─── RECORDS FOR PROCESSING

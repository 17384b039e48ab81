"""Statistics of specification on plain arrays: closed forms, invariances, and inputs that allow no test."""

from __future__ import annotations

import math

import numpy as np
import pytest
import statsmodels.api as sm
from scipy import stats

from steelyard.benchmark.specification.dispersion import overdispersion
from steelyard.benchmark.specification.finding import clustered_variance
from steelyard.benchmark.specification.likelihoods import likelihood_ratio, vuong
from steelyard.benchmark.specification.mean import reset_least_squares, standardised_square
from steelyard.benchmark.specification.means import rival_means
from steelyard.benchmark.specification.variance import park
from steelyard.models.covariance import NodePairs


def all_pairs(n_nodes: int) -> NodePairs:
    origin, destination = np.nonzero(~np.eye(n_nodes, dtype=bool))
    return NodePairs(origin, destination, n_nodes)


PAIRS = all_pairs(12)
N = 132


@pytest.fixture
def counts() -> tuple[np.ndarray, np.ndarray]:
    rng = np.random.default_rng(11)
    mean = np.exp(rng.normal(1.0, 0.7, N))
    return rng.poisson(mean * rng.gamma(2.0, 0.5, N)).astype(float), mean


def test_clustered_variance_is_the_sum_over_dyads_that_share_a_node() -> None:
    scores = np.random.default_rng(1).normal(size=N)
    ends = [{a, b} for a, b in zip(PAIRS.origin, PAIRS.destination, strict=True)]
    expected = sum(scores[d] * scores[e] for d in range(N) for e in range(N) if ends[d] & ends[e])
    assert clustered_variance(scores, PAIRS) == pytest.approx(expected, rel=1e-10)


def test_overdispersion_is_the_t_of_the_two_regressions(counts) -> None:
    w, m = counts
    found = overdispersion(w, m, None)
    z = ((w - m) ** 2 - w) / m
    for row, x in zip(found, (np.ones(N), m), strict=True):
        expected = sm.OLS(z, x).fit()
        assert row.statistic == pytest.approx(expected.tvalues[0], rel=1e-10)
        assert row.p_value == pytest.approx(stats.norm.sf(expected.tvalues[0]), rel=1e-9)


def test_overdispersion_keeps_its_digits_on_large_counts() -> None:
    """At m = 1e9 the squares of a Poisson error and the count nearly cancel; integers give the exact answer."""
    m = 10**9
    w = [m + e for e in (-31623, 31623, -44721, 10, 44721, -7, 20000, -20001)]
    exact = [((x - m) ** 2 - x) / m for x in w]  # Python integers: exact before the division
    found = overdispersion(np.array(w, dtype=float), np.full(8, float(m)), None)[0]
    assert found.statistic == pytest.approx(stats.ttest_1samp(exact, 0.0).statistic, rel=1e-9)


def test_overdispersion_leaves_out_means_of_zero_and_says_so(counts) -> None:
    w, m = counts
    whole = overdispersion(w, m, None)
    more = overdispersion(np.append(w, 0.0), np.append(m, 0.0), None)
    assert [r.statistic for r in more] == [r.statistic for r in whole]
    assert all("1 dyads without a finite positive mean left out" in r.note for r in more)


@pytest.mark.parametrize(
    ("w", "m"), [(np.ones(1), np.ones(1)), (np.full(6, 2.0), np.full(6, 2.0)), (np.zeros(4), np.zeros(4))]
)
def test_overdispersion_that_cannot_be_computed_says_why(w: np.ndarray, m: np.ndarray) -> None:
    for row in overdispersion(w, m, None):
        if math.isnan(row.statistic):
            assert row.note.startswith("not computed: ")
    assert math.isnan(overdispersion(w, m, None)[0].statistic)


def test_vuong_is_a_t_test_of_the_mean_difference_and_antisymmetric() -> None:
    first, second = np.random.default_rng(2).normal(size=(2, N)) - 3.0
    forth, back = vuong(first, second, 5, 3, PAIRS), vuong(second, first, 3, 5, PAIRS)
    assert forth[0].statistic == pytest.approx(stats.ttest_1samp(first - second, 0.0).statistic, rel=1e-12)
    spread = math.sqrt(N) * (first - second).std(ddof=1)
    assert forth[1].statistic == pytest.approx(((first - second).sum() - 2) / spread, rel=1e-12)
    assert forth[2].statistic == pytest.approx(((first - second).sum() - math.log(N)) / spread, rel=1e-12)
    assert [r.statistic for r in forth] == pytest.approx([-r.statistic for r in back], rel=1e-12, nan_ok=True)
    assert [r.against for r in forth][3] == "raw; node-clustered"


def test_vuong_says_why_it_cannot_be_computed() -> None:
    ll = np.linspace(-3.0, -1.0, N)
    impossible = ll.copy()
    impossible[4] = -np.inf
    for first, second, reason in (
        (ll, ll, "same ratio of densities"),
        (ll, impossible, "0 under the candidate, 1 under the other"),
        (ll[:1], ll[:1] + 1, "fewer than two"),
    ):
        found = vuong(first, second, 1, 1, None)
        assert all(math.isnan(r.statistic) and math.isnan(r.p_value) and reason in r.note for r in found)


def test_vuong_does_not_use_a_negative_clustered_variance() -> None:
    """Three dyads at one node with opposite differences: the sum over dyads that share a node is negative."""
    pairs = NodePairs(np.array([0, 1, 0, 2]), np.array([1, 0, 2, 3]), 4)
    d = np.array([1.0, 1.0, -3.0, 1.0])
    assert clustered_variance(d - d.mean(), pairs) < 0
    found = vuong(d, np.zeros(4), 1, 1, pairs)
    assert all(math.isfinite(r.statistic) for r in found[:3])
    assert all(math.isnan(r.statistic) and "variance is not positive" in r.note for r in found[3:])


def test_likelihood_ratio_inside_and_at_the_edge() -> None:
    inside = likelihood_ratio(-100.0, -97.0, 2, False, "x")
    assert inside.statistic == pytest.approx(6.0)
    assert inside.p_value == pytest.approx(math.exp(-3.0))  # chi-square(2) has tail exp(-x / 2)
    edge = likelihood_ratio(-100.0, -98.0, 0, True, "x")
    assert edge.p_value == pytest.approx(0.5 * stats.chi2.sf(4.0, 1))
    assert likelihood_ratio(-100.0, -100.0, 0, True, "x").p_value == pytest.approx(1.0)
    mixed = likelihood_ratio(-100.0, -97.0, 2, True, "x")
    assert mixed.p_value == pytest.approx(0.5 * stats.chi2.sf(6.0, 2) + 0.5 * stats.chi2.sf(6.0, 3))


@pytest.mark.parametrize(
    ("smaller", "larger", "free", "reason"),
    [
        (-math.inf, -1.0, 1, "not finite"),
        (-1.0, -1.0, 0, "no identified parameter more"),
        (-1.0, -2.0, 1, "fits worse"),
    ],
)
def test_likelihood_ratio_says_why(smaller: float, larger: float, free: int, reason: str) -> None:
    found = likelihood_ratio(smaller, larger, free, False, "x")
    assert math.isnan(found.statistic)
    assert reason in found.note


def test_reset_agrees_with_statsmodels_and_ignores_aliased_columns() -> None:
    rng = np.random.default_rng(5)
    x = rng.normal(size=(60, 2))
    y = 1 + x[:, 0] - 0.5 * x[:, 1] ** 2 + rng.normal(size=60)
    design = np.column_stack([np.ones(60), x])
    from statsmodels.stats.diagnostic import linear_reset

    expected = linear_reset(sm.OLS(y, design).fit(), power=3, test_type="fitted", use_f=True)
    found = reset_least_squares(y, design)
    assert found.statistic == pytest.approx(float(expected.fvalue), rel=1e-8)
    doubled = reset_least_squares(y, np.column_stack([design, 3 * x[:, 0] + 1]))
    assert doubled.statistic == pytest.approx(found.statistic, rel=1e-8)


def test_reset_says_why() -> None:
    dummy = np.column_stack([np.ones(20), np.arange(20) % 2])
    y = np.random.default_rng(1).normal(size=20)
    assert "combinations of the covariates" in reset_least_squares(y, dummy).note
    assert "do not vary" in reset_least_squares(np.ones(20), dummy).note
    line = np.column_stack([np.ones(20), np.arange(20.0)])
    assert "no residual" in reset_least_squares(line[:, 1] * 2 + 1, line).note
    assert "too few" in reset_least_squares(y[:4], line[:4] ** 1).note
    assert standardised_square(np.full(5, 3.0)) is None
    assert standardised_square(np.array([np.inf])) is None


def test_square_is_zero_where_the_index_is_infinite() -> None:
    found = standardised_square(np.array([-np.inf, 1.0, 3.0]))
    assert found is not None
    np.testing.assert_allclose(found, [0.0, 1.0, 1.0])


def test_park_recovers_an_exact_power() -> None:
    """Errors of size 3 m^0.8 make (w - m)^2 = 9 m^1.6 exactly."""
    m = np.exp(np.linspace(-1, 6, N))
    w = m + np.where(np.arange(N) % 2, 3.0, -3.0) * m**0.8
    found = park(w, m, m, 1.0, "x", PAIRS)
    assert all("lambda = 1.6" in r.note for r in found)


def test_park_is_the_same_in_any_unit(counts) -> None:
    w, m = counts
    once, scaled = park(w, m, m, 1.0, "x", PAIRS), park(w * 1e9, m * 1e9, m * 1e9, 1.0, "x", PAIRS)
    assert [r.statistic for r in once] == pytest.approx([r.statistic for r in scaled], rel=1e-6)


@pytest.mark.parametrize(
    ("w", "m", "reason"),
    [
        (np.arange(N) * 1.0, np.full(N, 3.0), "does not vary"),
        (np.arange(1.0, N + 1), np.arange(1.0, N + 1), "every fitted mean equals"),
        (np.zeros(N), np.zeros(N), "fewer than three"),
    ],
)
def test_park_says_why(w: np.ndarray, m: np.ndarray, reason: str) -> None:
    assert all(math.isnan(r.statistic) and reason in r.note for r in park(w, m, m, 1.0, "x", PAIRS))


def test_rival_means_is_the_last_t_of_the_weighted_regression() -> None:
    rng = np.random.default_rng(9)
    x = np.column_stack([np.ones(N), rng.normal(size=N)])
    m = np.exp(x @ [0.5, 0.4])
    rival = np.maximum(x @ [1.7, 0.6], 0.01)
    w = rng.poisson(m).astype(float)
    root = np.sqrt(m)[:, None]
    columns = np.column_stack([m[:, None] * x, rival - m]) / root
    expected = sm.OLS((w - m) / root[:, 0], columns).fit()
    n, k = columns.shape
    hc0 = expected.get_robustcov_results("HC0").bse[-1]
    found = rival_means(w, m, m[:, None] * x, [rival], PAIRS)[0]
    assert found[0].statistic == pytest.approx(expected.params[-1] / hc0 * math.sqrt((n - k) / n), rel=1e-8)
    assert "formula from memory" in found[0].note


def test_rival_means_says_why() -> None:
    m = np.linspace(1.0, 4.0, N)
    x = np.ones((N, 1))
    w = np.arange(N) % 5 * 1.0
    infinite = m.copy()
    infinite[0] = np.inf
    same, in_span, unbounded = rival_means(w, m, m[:, None] * x, [m, 1.5 * m, infinite], PAIRS)
    assert all("do not differ" in r.note for r in (*same, *in_span))
    assert all("not finite" in r.note for r in unbounded)
    few = rival_means(w, np.zeros(N), m[:, None] * x, [m], PAIRS)[0]
    assert all("only 0 dyads" in r.note and math.isnan(r.statistic) for r in few)
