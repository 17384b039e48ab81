"""Zero-truncated Poisson regression of observed links' counts."""

from __future__ import annotations

from dataclasses import dataclass
from typing import ClassVar

import numpy as np

from steelyard.datasets import Dyads, Floats
from steelyard.models.contract import Convergence, Family, Holdout, Information, Need, Part, Requirements
from steelyard.models.distributions import PoissonLaw, ZeroTruncatedLaw
from steelyard.models.estimates import EstimatePart, Estimates
from steelyard.models.index_likelihood import fit_indices
from steelyard.models.linear_index import LinearIndex, index_estimates, node_pairs
from steelyard.models.measure import Measure
from steelyard.models.observed_links import observed_links
from steelyard.models.truncated_likelihoods import TruncatedPoisson

__all__ = ["FittedTruncatedPoisson", "TruncatedPoissonModel"]


@dataclass(frozen=True)
class FittedTruncatedPoisson:
    """Weight given a link: Poisson with mean exp(index), given that it is not zero."""

    index: LinearIndex
    estimates: Estimates
    n_parameters: int
    convergence: Convergence
    measure: ClassVar[Measure] = Measure.COUNTS

    def expected_weight(self, dyads: Dyads, /) -> Floats:
        return self.distribution(dyads).mean

    def distribution(self, dyads: Dyads, /) -> ZeroTruncatedLaw:
        return ZeroTruncatedLaw(PoissonLaw(np.exp(self.index.on(dyads))))


@dataclass(frozen=True)
class TruncatedPoissonModel:
    """Counts on observed links, Poisson given that they are not zero.

    Parameters
    ----------
    covariates : names of the covariates that enter the log of the untruncated mean beside a constant
    """

    covariates: tuple[str, ...]

    name: ClassVar[str] = "truncated_poisson"
    family: ClassVar[Family] = Family.ECONOMETRIC
    part: ClassVar[Part] = Part.WEIGHTS
    measure: ClassVar[Measure] = Measure.COUNTS
    holdouts: ClassVar[frozenset[Holdout]] = frozenset(Holdout)
    directed: ClassVar[frozenset[bool]] = frozenset({True, False})
    information: ClassVar[Information] = Information.COVARIATES
    requires: ClassVar[Requirements] = Requirements(Need.REQUIRED)
    summary: ClassVar[str] = (
        "Counts of observed links are Poisson with a log-linear mean, given that they are not zero. It says how "
        "heavy a link is and nothing of which links exist; with a law of links it makes a hurdle model."
    )
    formula: ClassVar[str] = (
        "P(w) = m^w / (w! (exp(m) - 1)) for w >= 1, log m = constant + sum of slope x covariate, given a link"
    )
    parameters: ClassVar[str] = (
        "maximum likelihood; covariates + 1, fewer where links of weight 1 separate the data"
    )
    caution: ClassVar[str] = (
        "m is the mean before truncation; the expected weight of a link is m / (1 - exp(-m)). Unlike the Poisson "
        "on all dyads, its slopes are wrong when the law is, and flows vary far more than Poisson counts."
    )
    sources: ClassVar[str] = "Cragg (1971); Mullahy (1986)"

    def fit(self, dyads: Dyads, /) -> FittedTruncatedPoisson:
        """Maximum likelihood on the observed links among these dyads.

        Raises
        ------
        ModelError : too few links
        """
        linked = observed_links(dyads)
        likelihood = TruncatedPoisson(linked.counts)
        found = fit_indices(likelihood, [linked.design(self.covariates)], node_pairs(linked))
        return FittedTruncatedPoisson(
            index=LinearIndex.of(found, self.covariates),
            estimates=index_estimates(found, self.covariates, EstimatePart.WEIGHTS),
            n_parameters=found.rank,
            convergence=found.convergence,
        )
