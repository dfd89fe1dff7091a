/** Schedules as written: completion, refusals with where, found and allowed, and what every family declares. */
import { describe, expect, it } from 'vitest';
import { WindrowError } from '../../../src/core/errors.js';
import { buildSchedule, canonicalSchedule, parameterNames, scheduleFamilies } from '../../../src/schedules/registry.js';

function refusal(raw: unknown): WindrowError {
  try {
    canonicalSchedule(raw);
  } catch (error) {
    if (error instanceof WindrowError) return error;
  }
  throw new Error(`not refused: ${JSON.stringify(raw)}`);
}

describe('canonicalSchedule', () => {
  it('fills in defaults', () => {
    expect(canonicalSchedule({ family: 'exponential', mean: 0.5 })).toEqual({ family: 'exponential', mean: 0.5, 'dead-time': 0 });
    expect(canonicalSchedule({ family: 'two-point', first: 1, second: 2 })).toEqual({
      family: 'two-point',
      first: 1,
      second: 2,
      weight: 0.5,
      'dead-time': 0,
    });
  });
  it('is its own canonical form', () => {
    const spec = canonicalSchedule({ family: 'gamma', shape: 2, mean: 1, 'dead-time': 0.1 });
    expect(canonicalSchedule(spec)).toEqual(spec);
  });

  it.each<[unknown, string, string, string, RegExp]>([
    [{ family: 'poisson', mean: 1 }, 'schedule.unknown', 'family', '"poisson"', /fixed, exponential, gamma/],
    [{ mean: 1 }, 'schedule.unknown', 'family', 'undefined', /fixed/],
    [{ family: 'exponential' }, 'schedule.parameter', 'mean', 'undefined', /number/],
    [{ family: 'exponential', mean: 0 }, 'schedule.parameter', 'mean', '0', />0/],
    [{ family: 'exponential', mean: -1 }, 'schedule.parameter', 'mean', '-1', />0/],
    [{ family: 'exponential', mean: NaN }, 'schedule.parameter', 'mean', 'NaN', /number/],
    [{ family: 'exponential', mean: Infinity }, 'schedule.parameter', 'mean', 'Infinity', /number/],
    [{ family: 'exponential', mean: 1e13 }, 'schedule.parameter', 'mean', '10000000000000', /1000000000000/],
    [{ family: 'exponential', mean: '1' }, 'schedule.parameter', 'mean', '"1"', /number/],
    [{ family: 'exponential', mean: 1, rate: 2 }, 'schedule.parameter', 'rate', '"rate"', /mean, dead-time/],
    [{ family: 'fixed', interval: 0 }, 'schedule.parameter', 'interval', '0', />0/],
    [{ family: 'fixed', interval: 1, 'dead-time': -0.1 }, 'schedule.parameter', 'dead-time', '-0.1', />=0/],
    [{ family: 'gamma', mean: 1, shape: 0 }, 'schedule.parameter', 'shape', '0', /0.000001/],
    [{ family: 'uniform', low: 2, high: 1 }, 'schedule.parameter', 'high', '1', /> low/],
    [{ family: 'uniform', low: 1, high: 1 }, 'schedule.parameter', 'high', '1', /> low/],
    [{ family: 'uniform', low: -1, high: 1 }, 'schedule.parameter', 'low', '-1', />=0/],
    [{ family: 'two-point', first: 1, second: 2, weight: 1.2 }, 'schedule.parameter', 'weight', '1.2', /<=1/],
    [{ family: 'two-point', first: 0, second: 2, weight: 1 }, 'schedule.parameter', 'first', '0', /mean is > 0/],
    [{ family: 'truncated-normal', location: 1, scale: 0 }, 'schedule.parameter', 'scale', '0', />0/],
    [{ family: 'empirical', intervals: [] }, 'schedule.parameter', 'intervals', '[]', />=1/],
    [{ family: 'empirical', intervals: [0, 0] }, 'schedule.parameter', 'intervals', '[0,0]', /mean is > 0/],
    [{ family: 'empirical', intervals: [1, -2] }, 'schedule.parameter', 'intervals.1', '-2', />=0/],
    ['fixed', 'schedule.parameter', 'schedule', '"fixed"', /family/],
    [null, 'schedule.parameter', 'schedule', 'null', /family/],
  ])('refuses %j', (raw, code, where, found, allowed) => {
    const error = refusal(raw);
    expect([error.code, error.details.where, error.details.found]).toEqual([code, where, found]);
    expect(error.details.allowed).toMatch(allowed);
    expect(error.exit).toBe(2);
  });
});

describe('families', () => {
  it.each([...scheduleFamilies.values()])('$name says what it is', (family) => {
    expect(family.summary.length).toBeGreaterThan(10);
    expect(family.characteristic.length).toBeGreaterThan(5);
    expect(parameterNames(family)).toContain('dead-time');
    const shape = (family.parameters as unknown as { shape: Record<string, { description?: string }> }).shape;
    for (const [name, schema] of Object.entries(shape)) expect([name, schema.description ?? '']).not.toEqual([name, '']);
  });
  it('no variance means a fixed interval', () => {
    for (const spec of [
      { family: 'two-point', first: 0.5, second: 0.5, weight: 0.3 },
      { family: 'two-point', first: 0.5, second: 9, weight: 1 },
      { family: 'two-point', first: 9, second: 0.5, weight: 0 },
      { family: 'empirical', intervals: [0.5, 0.5, 0.5] },
      { family: 'fixed', interval: 0.2, 'dead-time': 0.3 },
    ]) {
      expect(buildSchedule(spec)).toMatchObject({ random: false, mean: 0.5, variance: 0 });
    }
  });
  it.each<[number[], number | null]>([
    [[0.3, 0.5, 0.9], 0.2],
    [[1, 2.5, 4, 7], 1.5],
    [[0.1, 0.2, 0.1 + Math.SQRT2 / 10], null],
  ])('empirical lattice of %j', (intervals, spacing) => {
    const { lattice } = buildSchedule({ family: 'empirical', intervals });
    if (spacing === null) expect(lattice).toBeNull();
    else expect(lattice).toBeCloseTo(spacing, 9);
  });
});
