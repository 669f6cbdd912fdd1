import { parseLength, type Nm } from '@/analysis';
import type { UnitStyle } from './quantities';

const DECIMAL_FEET = /^[+\-−]?\s*(\d+\.\d*|\.\d+)\s*(ft\.?|feet|foot|['’‘′])?$/i;
const METRIC = /\d[.,]?\s*(mm|cm|m)$/i;
const FEET_AND_INCHES = /['"’‘′”“″]|\d\s*(ft|feet|foot|in|inch|inches)\b/i;

/**
 * The style that a text says itself by its marks, else the job's: a drawing, a cut sheet and a rod disagree, and a field that
 * takes lengths off a drawing takes all of them. A bare number with decimals is decimal feet where inches take none.
 */
export function writtenStyle(text: string, style: UnitStyle): UnitStyle {
  const plain = text.trim();
  const decimal = DECIMAL_FEET.exec(plain);
  if (decimal) return decimal[2] !== undefined || style === 'feet-inches' ? 'decimal-feet' : style;
  if (METRIC.test(plain)) return 'metric';
  return FEET_AND_INCHES.test(plain) ? 'feet-inches' : style;
}

/**
 * Reads a length off a drawing, whole nanometres: in the style that it is written in, to any mark that the style has.
 * @throws AnalysisError as `parseLength` does
 * @example parseDrawnLength('743.62', 'feet-inches') // 226_655_376_000, decimal feet
 */
export function parseDrawnLength(text: string, style: UnitStyle): Nm {
  return parseLength(text, writtenStyle(text, style));
}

──────

If a line of the data contains the string "fewer", count it; then give the total alone.

▸ **TASK RESULT**:
3